## Record extracts
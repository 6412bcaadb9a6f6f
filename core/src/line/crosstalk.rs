//! Crosstalk between a line (or pair) and an identical neighbour, from the multiconductor C and L matrices.
//!
//! Weak-coupling coefficients of the usual SI texts, for a victim mode u_v and an aggressor mode u_a (conductor
//! voltage patterns: one line, or a pair's +1/−1; C. R. Paul, "Analysis of Multiconductor Transmission Lines",
//! 2nd ed., 2008, ch. 7 and 10, from memory):
//! - near-end (backward) coefficient, saturated: Kb = ¼(Lm/L + Cm/C);
//! - far-end (forward) coefficient: Kf = ½(Cm/C − Lm/L), the far-end noise being Kf·(length/v)/t_rise.
//!
//! Lm/L and Cm/C are the normalised mutual terms of L and of the Maxwell C (sign-flipped: its off-diagonal terms
//! are negative for a positive coupling) between the two patterns. For a pair these are the
//! differential-to-differential terms of the mixed-mode matrices with the common modes held at zero potential; the
//! conversion to and from the common mode is left out. In a homogeneous dielectric C = εr·C0 = µε·L⁻¹ makes
//! Lm/L = Cm/C, so Kf = 0 and, for two lines, Kb = (Z0e − Z0o)/(2(Z0e + Z0o)).

use crate::base::units::C0;

/// Coupling coefficients of a victim and an aggressor mode.
#[derive(Debug, Clone, Copy, PartialEq)]
pub struct Coupling {
    /// Saturated near-end coefficient Kb (fraction of the aggressor's step; positive: same polarity).
    pub backward: f64,
    /// Far-end coefficient Kf = ½(Cm/C − Lm/L): times (length/v)/t_rise gives the far-end noise.
    pub forward: f64,
    /// Velocity of the victim mode, m/s.
    pub velocity: f64,
}

impl Coupling {
    /// Near-end noise of a run of `length` m with an aggressor edge of `rise` s: Kb once the round trip 2·length/v
    /// reaches the rise time, proportionally less on a shorter run.
    pub fn near_end(&self, length: f64, rise: f64) -> f64 {
        self.backward * (2.0 * length / (self.velocity * rise)).min(1.0)
    }

    /// Far-end noise of a run of `length` m with an aggressor edge of `rise` s (the linear weak-coupling form).
    pub fn far_end(&self, length: f64, rise: f64) -> f64 {
        self.forward * length / (self.velocity * rise)
    }
}

fn form(m: &[Vec<f64>], a: &[f64], b: &[f64]) -> f64 {
    a.iter()
        .enumerate()
        .map(|(i, ai)| {
            ai * b
                .iter()
                .enumerate()
                .map(|(j, bj)| m[i][j] * bj)
                .sum::<f64>()
        })
        .sum()
}

/// The 2×2 matrix of `m` between the patterns `a` and `b`.
fn reduced(m: &[Vec<f64>], a: &[f64], b: &[f64]) -> [[f64; 2]; 2] {
    [
        [form(m, a, a), form(m, a, b)],
        [form(m, b, a), form(m, b, b)],
    ]
}

/// The coupling of `victim` and `aggressor` (voltage patterns over the conductors) from the Maxwell capacitance
/// matrices with (`c`) and without (`c0`) dielectrics, F/m. `None` when the matrices are not positive.
///
/// Both matrices are reduced to the two patterns with every other combination of voltages (a pair's common mode)
/// held at zero: C by its quadratic forms, L as the inverse of the same reduction of L⁻¹ = C0/(µ0ε0). Reducing both
/// under one condition keeps a homogeneous dielectric's L·C = µε·I, so its far-end coefficient is zero for pairs
/// too (as it is exactly: every mode travels at one velocity).
pub fn coupling(
    c: &[Vec<f64>],
    c0: &[Vec<f64>],
    victim: &[f64],
    aggressor: &[f64],
) -> Option<Coupling> {
    let cr = reduced(c, victim, aggressor);
    // L⁻¹ = C0/(µ0ε0) = c²·C0: reduced, then inverted.
    let gr = reduced(c0, victim, aggressor);
    let det = gr[0][0] * gr[1][1] - gr[0][1] * gr[1][0];
    if !(det > 0.0 && cr[0][0] > 0.0 && cr[1][1] > 0.0 && gr[0][0] > 0.0) {
        return None;
    }
    let scale = 1.0 / (C0 * C0 * det);
    let l = [
        [gr[1][1] * scale, -gr[0][1] * scale],
        [-gr[1][0] * scale, gr[0][0] * scale],
    ];
    let lm_l = l[0][1] / (l[0][0] * l[1][1]).sqrt();
    let cm_c = -cr[0][1] / (cr[0][0] * cr[1][1]).sqrt();
    // The victim's velocity from the mean of the two coupled modes' L·C (half the trace of L·C): exact for a
    // homogeneous dielectric and the mean of the even and odd modes for a symmetric pair.
    let lc =
        0.5 * (l[0][0] * cr[0][0] + l[0][1] * cr[1][0] + l[1][0] * cr[0][1] + l[1][1] * cr[1][1]);
    let velocity = 1.0 / lc.sqrt();
    let k = Coupling {
        backward: 0.25 * (lm_l + cm_c),
        forward: 0.5 * (cm_c - lm_l),
        velocity,
    };
    (k.backward.is_finite()
        && k.forward.is_finite()
        && velocity > 0.0
        && velocity <= C0 * (1.0 + 1e-9))
        .then_some(k)
}

#[cfg(test)]
mod tests {
    use super::*;
    use crate::field::extract;

    /// A symmetric two-line Maxwell matrix from self and mutual terms (F/m, mutual given as a positive coupling).
    fn pair(self_c: f64, mutual: f64) -> Vec<Vec<f64>> {
        vec![vec![self_c, -mutual], vec![-mutual, self_c]]
    }

    #[test]
    fn homogeneous_lines_have_no_far_end_coupling_and_the_mode_impedance_near_end() {
        // Exact for a homogeneous dielectric (C = εr·C0): Kf = 0, Kb = (Z0e − Z0o)/(2(Z0e + Z0o)) from the modes.
        let er = 4.2;
        let c0 = pair(40e-12, 6e-12);
        let c: Vec<Vec<f64>> = c0
            .iter()
            .map(|r| r.iter().map(|v| er * v).collect())
            .collect();
        let k = coupling(&c, &c0, &[1.0, 0.0], &[0.0, 1.0]).unwrap();
        assert!(k.forward.abs() < 1e-15, "{k:?}");
        let mode = |cc: f64, cv: f64| 1.0 / (C0 * (cc * cv).sqrt());
        let (ze, zo) = (
            mode(c[0][0] + c[0][1], c0[0][0] + c0[0][1]),
            mode(c[0][0] - c[0][1], c0[0][0] - c0[0][1]),
        );
        let want = (ze - zo) / (2.0 * (ze + zo));
        assert!(
            (k.backward - want).abs() < 1e-14,
            "{} vs {want}",
            k.backward
        );
        // Homogeneous: every mode at c/√εr.
        assert!(
            (k.velocity / (C0 / er.sqrt()) - 1.0).abs() < 1e-12,
            "{}",
            k.velocity
        );
    }

    #[test]
    fn inhomogeneous_lines_couple_forward_with_the_sign_of_cm_c_less_lm_l() {
        // Microstrip-like: the dielectric raises C11 more than C12 (field lines between the traces run partly in
        // air), so Cm/C < Lm/L and the far-end noise is negative (common knowledge of microstrip, no source).
        let c0 = pair(40e-12, 6e-12);
        let c = pair(40e-12 * 3.2, 6e-12 * 2.4);
        let k = coupling(&c, &c0, &[1.0, 0.0], &[0.0, 1.0]).unwrap();
        let l = extract::inductance(&c0).unwrap();
        let (lm_l, cm_c) = (l[0][1] / l[0][0], 6e-12 * 2.4 / (40e-12 * 3.2));
        assert!((k.forward - 0.5 * (cm_c - lm_l)).abs() < 1e-15);
        assert!(k.forward < 0.0 && k.backward > 0.0);
        // The near end saturates once the round trip reaches the rise time; the far end grows with length.
        let rise = 50e-12;
        let saturation = 0.5 * k.velocity * rise;
        assert_eq!(k.near_end(2.0 * saturation, rise), k.backward);
        assert!((k.near_end(0.5 * saturation, rise) - 0.5 * k.backward).abs() < 1e-15);
        assert!((k.far_end(0.1, rise) - 2.0 * k.far_end(0.05, rise)).abs() < 1e-15);
    }

    #[test]
    fn pairs_in_a_homogeneous_dielectric_have_no_far_end_coupling() {
        // Four lines in a row, each coupled to every other, in one dielectric: the differential patterns are not
        // modes of the four, yet the far end vanishes (every mode travels at c/√εr) and the near end is positive
        // for the facing lines driven alike.
        let er = 3.9;
        let c0 = vec![
            vec![42e-12, -5e-12, -0.8e-12, -0.2e-12],
            vec![-5e-12, 43e-12, -3e-12, -0.8e-12],
            vec![-0.8e-12, -3e-12, 43e-12, -5e-12],
            vec![-0.2e-12, -0.8e-12, -5e-12, 42e-12],
        ];
        let c: Vec<Vec<f64>> = c0
            .iter()
            .map(|r| r.iter().map(|v| er * v).collect())
            .collect();
        // Pair A is lines 0, 1 (1 nearest), pair B lines 2, 3 (2 nearest): +1 on the inner lines.
        let k = coupling(&c, &c0, &[-1.0, 1.0, 0.0, 0.0], &[0.0, 0.0, 1.0, -1.0]).unwrap();
        assert!(k.forward.abs() < 1e-15, "{k:?}");
        assert!(k.backward > 0.0 && k.backward < 0.25, "{k:?}");
        assert!((k.velocity / (C0 / er.sqrt()) - 1.0).abs() < 1e-12, "{k:?}");
        // A pair couples less than its inner line alone does: its outer line cancels part of the field.
        let single = coupling(&c, &c0, &[0.0, 1.0, 0.0, 0.0], &[0.0, 0.0, 1.0, 0.0]).unwrap();
        assert!(k.backward < single.backward, "{k:?} {single:?}");
    }
}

## Brief
Every line in the data that holds the string "zero" should be copied.

## Output of the task
//! differential-to-differential terms of the mixed-mode matrices with the common modes held at zero potential; the
/// held at zero: C by its quadratic forms, L as the inverse of the same reduction of L⁻¹ = C0/(µ0ε0). Reducing both
/// under one condition keeps a homogeneous dielectric's L·C = µε·I, so its far-end coefficient is zero for pairs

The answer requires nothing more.